The peptide design strategy has strengthened the specificity of markers to An. gambiae and in particular, we demonstrated that a single peptide, gSG6-P1 could be the candidate as a marker of exposure. Indeed, this peptide appeared to satisfy several requirements that such an exposure marker should fulfill. First, it thus far appears to be specific to the Anopheles genus and therefore, no relevant cross-reactivity phenomena with epitopes from other proteins (main Diptera species or pathogens) would be expected. Nevertheless, few vector genomes are currently available and the clear absence of cross-reactivity will need to be confirmed among other major insect vectors. Second, because it is of a synthetic nature, it guarantees high reproducibility of the immunological assay. Third, it elicits a specific Ab response which correlates well with the level of exposure to An. gambiae bites.

In the studied area, the main vector of Plasmodium falciparum has been reported to be An. arabiensis [11], [21], a species belonging to the An. gambiae s.l. complex and whose genome is not currently available. gSG6 peptides were designed on the basis of the An. gambiae s.s. sequence, the only Anopheles genome available [35], which may perhaps result in an under-estimation of the immune response in the studied children, as previously mentioned [11]. Nevertheless, gSG6-P1 shares 82% and 91% identity with An. stephensi and An. funestus, respectively, two species with greater evolutionary distance from An. gambiae s.s. as compared to An. arabiensis. The above observation tends to support the notion that gSG6-P1 can be used to evaluate the exposure to other Anopheles vectors of malaria. Obviously, confirmation in other transmission areas presenting different malaria transmission modalities is needed. In addition to the applications already mentioned, there exist a number of other useful applications of a marker of exposure to Anopheles bites. It will be interest to evaluate gSG6 peptides in areas with different modalities of transmission, both in term of intensity and of the dynamics of exposure. For example, it would be very useful to identify low exposure, for which entomological studies are not sensitive enough (dry season, malaria according to altitude, urban exposure) or adequate (travelers, military corps).
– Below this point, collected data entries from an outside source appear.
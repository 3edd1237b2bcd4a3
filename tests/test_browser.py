"""Every page in a real browser: Debian's chromium driven through selenium, networking off.

One function, :func:`check_page`, opens a page and returns its problems: console errors,
requests that leave the file, a slow load, too heavy a file. It runs over every ``*.html``
under the output folder of the session's processed test study, over a copy of one page
with a broken script (which it must report), and over the pages of a tiny study whose
labels are hostile HTML (which must show as text and run nothing).

Hostile labels: heschl's definition checks refuse none of the four. The participant id
comes from the file name through the site's ``subject_pattern``; the default pattern takes
letters and digits only (any other text ends the id), so the test study declares a wider
pattern. Site, marker and feature names are taken as written.

The module is skipped when ``chromium`` or ``chromedriver`` is not on PATH, unless the
environment variable ``CI`` is set (``.ci/run`` sets it): there a missing browser fails.
"""
import json
import os
import re
import shutil
import time
from pathlib import Path

import pytest

CHROMIUM = shutil.which("chromium")
CHROMEDRIVER = shutil.which("chromedriver")
UNDER_CI = bool(os.environ.get("CI"))

if not UNDER_CI:
    if not (CHROMIUM and CHROMEDRIVER):
        pytest.skip("chromium and chromedriver are not on PATH (set CI=1 to make this a failure)",
                    allow_module_level=True)
    pytest.importorskip("selenium", reason="selenium is not installed (pip install -e '.[test]')")

#: Limits of issue 9: a page loads in under 2 s and weighs under 3 MB.
MAX_LOAD_S = 2.0
MAX_BYTES = 3_000_000
WINDOW = (1280, 900)

#: Hostile text for each label, named by a word of its own so that each can be found.
#: The participant id is read from a file name, which cannot hold "/", so its text cannot
#: close a script element; it opens one and carries an onerror handler instead.
HOSTILE = {
    "site": "site\"'><script>window.__pwned=1;alert(1)</script>",
    "marker": "marker\"'><script>window.__pwned=1;alert(1)</script>",
    "feature": "feature\"'><script>window.__pwned=1;alert(1)</script>",
    "participant": "id\"'><img src=x onerror=window.__pwned=1;alert(1)><script>",
}
#: Run before every document: alert, confirm and prompt record their text and open nothing.
RECORD_DIALOGS = """
window.__dialogs = [];
for (const name of ["alert", "confirm", "prompt"]) {
  window[name] = (message) => { window.__dialogs.push(name + ": " + String(message)); return null; };
}
"""
#: What the broken page runs: a call of a function that does not exist.
BROKEN_SCRIPT = "<script>undefined_function()</script>"


# --------------------------------------------------------------------------- the browser
@pytest.fixture(scope="module")
def driver(tmp_path_factory):
    """Headless chromium, with a fresh profile and every outside request sent nowhere."""
    if not (CHROMIUM and CHROMEDRIVER):
        pytest.fail("CI is set but chromium or chromedriver is not on PATH; "
                    "install Debian's chromium and chromium-driver (see .ci/run)")
    from selenium import webdriver
    from selenium.webdriver.chrome.service import Service

    options = webdriver.ChromeOptions()
    options.binary_location = CHROMIUM
    profile = tmp_path_factory.mktemp("chromium-profile")
    for argument in ("--headless=new", "--no-sandbox", "--disable-gpu", "--disable-dev-shm-usage",
                     f"--window-size={WINDOW[0]},{WINDOW[1]}", f"--user-data-dir={profile}",
                     "--disable-background-networking", "--disable-component-update",
                     "--disable-sync", "--disable-default-apps", "--disable-extensions",
                     "--no-first-run", "--no-default-browser-check", "--metrics-recording-only",
                     "--disable-domain-reliability", "--disable-client-side-phishing-detection",
                     # Any request for another address goes to a closed port and fails.
                     "--proxy-server=127.0.0.1:9", "--proxy-bypass-list=",
                     "--host-resolver-rules=MAP * ~NOTFOUND"):
        options.add_argument(argument)
    options.set_capability("goog:loggingPrefs", {"browser": "ALL", "performance": "ALL"})
    options.set_capability("unhandledPromptBehavior", "ignore")
    # An explicit driver path: selenium's own driver finder (which downloads) never runs.
    browser = webdriver.Chrome(service=Service(executable_path=CHROMEDRIVER), options=options)
    browser.set_page_load_timeout(30)
    browser.get("about:blank")
    # The window holds the browser's own bars; the page's viewport is set exactly.
    browser.execute_cdp_cmd("Emulation.setDeviceMetricsOverride", {
        "width": WINDOW[0], "height": WINDOW[1], "deviceScaleFactor": 1, "mobile": False})
    # Before any page script: dialogs are recorded instead of opened, so none blocks.
    browser.execute_cdp_cmd("Page.addScriptToEvaluateOnNewDocument", {"source": RECORD_DIALOGS})
    try:
        yield browser
    finally:
        browser.quit()


def _requests(performance_log):
    """URLs the page asked for, from the performance (DevTools Network) log.

    Requests made by the browser's own pages (its new-tab page at start-up, whose
    document is a ``chrome:`` URL) are not the page's and are left out.
    """
    urls = []
    for entry in performance_log:
        message = json.loads(entry["message"])["message"]
        if message.get("method") != "Network.requestWillBeSent":
            continue
        if not message["params"].get("documentURL", "").startswith(("chrome:", "chrome-untrusted:")):
            urls.append(message["params"]["request"]["url"])
    return urls


def _dialogs(driver):
    """Dialogs the page tried to open (recorded by RECORD_DIALOGS), and any left open."""
    from selenium.common.exceptions import NoAlertPresentException

    try:
        alert = driver.switch_to.alert
        opened = [f"open dialog: {alert.text}"]
        alert.dismiss()
    except NoAlertPresentException:
        opened = []
    return opened + driver.execute_script("return window.__dialogs || [];")


def _load_seconds(driver):
    """navigationStart to loadEventEnd (Navigation Timing API), s; waits for the load end."""
    deadline = time.monotonic() + 10
    while True:
        start, end = driver.execute_script(
            "const t = performance.timing; return [t.navigationStart, t.loadEventEnd];")
        if end > 0 or time.monotonic() > deadline:
            return (end - start) / 1000.0 if end > 0 else float("inf")
        time.sleep(0.02)


def check_page(driver, path, screenshots=None):
    """Open one page file and return its problems (an empty list when it is clean).

    Parameters
    ----------
    driver : selenium.webdriver.Chrome
        The browser.
    path : pathlib.Path
        The page, a self-contained ``.html`` file.
    screenshots : pathlib.Path, optional
        Folder for a screenshot of the first screenful (its path is printed).

    Returns
    -------
    list of str
        One line per problem: an over-weight file, a console error, a request that is
        neither ``data:`` nor the page's own file, a dialog (alert, confirm, prompt), a
        load of 2 s or more.
    """
    problems = []
    size = path.stat().st_size
    if size >= MAX_BYTES:
        problems.append(f"weighs {size / 1e6:.2f} MB, the limit is {MAX_BYTES / 1e6:.0f} MB")
    driver.get_log("browser"), driver.get_log("performance")  # drop entries of earlier pages
    driver.get(path.as_uri())
    seconds = _load_seconds(driver)
    problems += [f"called {dialog!r}" for dialog in _dialogs(driver)]
    own = {path.as_uri(), driver.current_url.split("#")[0]}
    if seconds >= MAX_LOAD_S:
        problems.append(f"took {seconds:.2f} s to load, the limit is {MAX_LOAD_S:.0f} s")
    timed = driver.execute_script(
        "return performance.getEntriesByType('resource').map(e => e.name);")
    for url in sorted(set(_requests(driver.get_log("performance")) + timed)):
        if not (url.startswith("data:") or url.split("#")[0] in own):
            problems.append(f"requested {url[:120]}")
    for entry in driver.get_log("browser"):
        if entry["level"] == "SEVERE":
            problems.append(f"console error: {entry['message'][:300]}")
    if screenshots is not None:
        number = len(list(screenshots.glob("*.png")))  # pages in two folders may share a name
        shot = screenshots / f"{number:03d}_{re.sub(r'[^A-Za-z0-9_.-]+', '-', path.stem)[:100]}.png"
        driver.save_screenshot(str(shot))
        print(f"screenshot of {path.name}: {shot}")
    return problems


def _pages(output):
    pages = sorted(Path(output).rglob("*.html"))
    assert pages, f"no .html page under {output}"
    return pages


# --------------------------------------------------------------------------- the demo pages
def test_every_page_is_clean(driver, processed_study, tmp_path):
    """No console error, no outside request, under 2 s and 3 MB, for every page."""
    study, _ = processed_study
    pages = _pages(study.output)
    assert any(p.name == "review.html" for p in pages), "the study page is missing"
    problems = {p.relative_to(study.output).as_posix(): check_page(driver, p, tmp_path)
                for p in pages}
    bad = {name: found for name, found in problems.items() if found}
    assert not bad, json.dumps(bad, indent=1)


def test_a_broken_page_is_caught(driver, processed_study, tmp_path):
    """A real page with a script calling an undefined function fails the same check."""
    study, _ = processed_study
    page = _pages(study.output)[0]
    broken = tmp_path / "broken.html"
    html = page.read_text(encoding="utf-8")
    broken.write_text(html.replace("</body>", BROKEN_SCRIPT + "</body>", 1)
                      if "</body>" in html else html + BROKEN_SCRIPT, encoding="utf-8")
    problems = check_page(driver, broken)
    assert any("console error" in p and "undefined_function" in p for p in problems), problems


def test_an_outside_request_is_caught(driver, processed_study, tmp_path):
    """An image from another address is reported (and never arrives: the proxy goes nowhere)."""
    study, _ = processed_study
    page = _pages(study.output)[0]
    leaky = tmp_path / "leaky.html"
    leaky.write_text(page.read_text(encoding="utf-8") + '<img src="http://192.0.2.1/x.png">',
                     encoding="utf-8")
    assert any(p.startswith("requested http://192.0.2.1/") for p in check_page(driver, leaky))


# --------------------------------------------------------------------------- hostile labels
def _hostile_study(root):
    """One Cedar oddball recording whose participant id, site, marker and feature are hostile.

    Where heschl takes each label from:

    - participant id: the file name, through the site's ``subject_pattern``. The default
      pattern takes letters and digits only, so a study must declare a wider pattern to
      get such an id; with it, the id is accepted.
    - site name: the ``[sites.<name>]`` key of the study file; accepted.
    - marker name: the paradigm's ``conditions.<name>.markers`` and the site's code map;
      accepted.
    - feature name: a measure's ``name`` in the feature-set file; accepted (names built
      from kind, signal and region are reduced to letters, digits and "_", given ones are
      not).
    """
    from heschl.config.files import builtin_dir
    from heschl.synth import write_recording

    folder = root / "raw" / "cedar"
    record = write_recording(folder, site="cedar", paradigm="oddball", subject="A01",
                             group="control", seed=7, size="test")
    (main,) = [name for name in record["files"] if name.endswith(".fif")]
    pid, site, marker = HOSTILE["participant"], HOSTILE["site"], HOSTILE["marker"]
    (folder / main).rename(folder / main.replace("sub-A01", f"sub-{pid}"))
    (root / "participants.tsv").write_text(
        f"participant_id\tsite\tgroup\nsub-{pid}\t{site}\tcontrol\n", encoding="utf-8")
    paradigm = (builtin_dir("paradigms") / "oddball.toml").read_text(encoding="utf-8")
    assert 'markers = ["deviant"]' in paradigm and re.search(r'^method = "adaptive"', paradigm, re.M)
    paradigm = paradigm.replace('markers = ["deviant"]', f"markers = [{json.dumps(marker)}]")
    # Fixed thresholds instead of learned ones keep the test fast (seconds, not tens).
    paradigm = re.sub(r'^method = "adaptive".*$', 'method = "fixed"\npeak_to_peak_uv = 200.0',
                      paradigm, flags=re.M)
    paradigm = re.sub(r"^(detection_high_pass|max_cluster) = .*\n", "", paradigm, flags=re.M)
    (root / "oddball.toml").write_text(paradigm, encoding="utf-8")
    features = (builtin_dir("features") / "oddball-core.toml").read_text(encoding="utf-8")
    # Fewer resamples keep the test fast; the pages show the same sections.
    for old, new in (('name = "mismatch_peak_latency"', f"name = {json.dumps(HOSTILE['feature'])}"),
                     ("bootstrap = 150", "bootstrap = 20"), ("splits = 30", "splits = 2")):
        assert old in features, old
        features = features.replace(old, new)
    (root / "features.toml").write_text(features, encoding="utf-8")
    key = json.dumps(site)
    (root / "study.toml").write_text("\n".join([
        'name = "Hostile labels"', 'output = "derivatives/heschl"',
        'participants = "participants.tsv"',
        "[[analyses]]", 'paradigm = "oddball.toml"', 'feature_sets = ["features.toml"]',
        f"[sites.{key}]", 'recording_reference = "average"', "line_frequency = 50.0",
        'eog_channels = ["HEOG", "VEOG"]', r'subject_pattern = "^sub-(.+)_task-"',
        f"[sites.{key}.files]", 'oddball = "raw/cedar/sub-*_task-oddball_raw.fif"',
        f"[sites.{key}.markers.oddball]", '"1" = "standard"', f'"2" = {json.dumps(marker)}',
        ""]), encoding="utf-8")
    return root / "study.toml"


def test_hostile_labels_show_as_text(driver, tmp_path):
    """Labels holding markup render as visible text on the pages and run nothing."""
    import markupsafe
    from selenium.webdriver.common.by import By

    from heschl.batch import run_study
    from heschl.config import load_study
    from heschl.inputs import discover

    study = load_study(_hostile_study(tmp_path / "hostile"))
    (recording,) = discover(study)
    assert recording.participant_id == f"sub-{HOSTILE['participant']}"
    assert recording.site == HOSTILE["site"]
    run_study(study, jobs=1)
    pages = _pages(study.output)
    assert len(pages) >= 2, pages  # the recording page and the study page
    shown = {label: [] for label in HOSTILE}
    for page in pages:
        assert check_page(driver, page) == [], page.name
        assert driver.execute_script("return typeof window.__pwned;") == "undefined", page.name
        assert driver.execute_script("return document.querySelectorAll('img[src=\"x\"]').length;") == 0
        text = driver.find_element(By.TAG_NAME, "body").text
        for label, hostile in HOSTILE.items():
            if hostile in text:
                shown[label].append(page.name)
    missing = [label for label, where in shown.items() if not where]
    assert not missing, f"not shown as text on any page: {missing}; shown: {shown}"
    # The same checks catch the labels left unescaped: a copy of a page with its escaped
    # labels put back as markup runs their script and reports it.
    page = next(p for p in pages if p.name != "review.html")
    html = page.read_text(encoding="utf-8")
    for hostile in HOSTILE.values():
        html = html.replace(str(markupsafe.escape(hostile)), hostile)
    unescaped = tmp_path / "unescaped.html"
    unescaped.write_text(html, encoding="utf-8")
    problems = check_page(driver, unescaped)
    assert any(p.startswith("called 'alert") for p in problems), problems
    assert driver.execute_script("return typeof window.__pwned;") == "number"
One direct application of such a gSG6 peptide marker of exposure could lie in the elaboration of maps representing the risk of exposure to Anopheles bites. The development of such immuno-epidemiological markers might represent a quantitative tool applied to field conditions and a complementary tool to those currently available, such as entomological, ecological and environmental data [36]. It could represent a geographic indicator of the risks of malaria transmission and thus a useful tool for predicting malaria morbidity risk as previously described [5]. Furthermore, it may represent a powerful tool for evaluation of vector control strategies (impregnated bednet, intradomiciliary aspersion, etc.) and could here constitute a direct criterion for effectiveness and appropriate use (malaria control program).

In conclusion, we have developed an original approach coupling bioinformatic and immuno-epidemiological tools, which succeeded in identifying a candidate for developing a marker of exposure to An. gambiae bites. A similar methodology could be applied to the challenge inherent in control of other vector-borne diseases.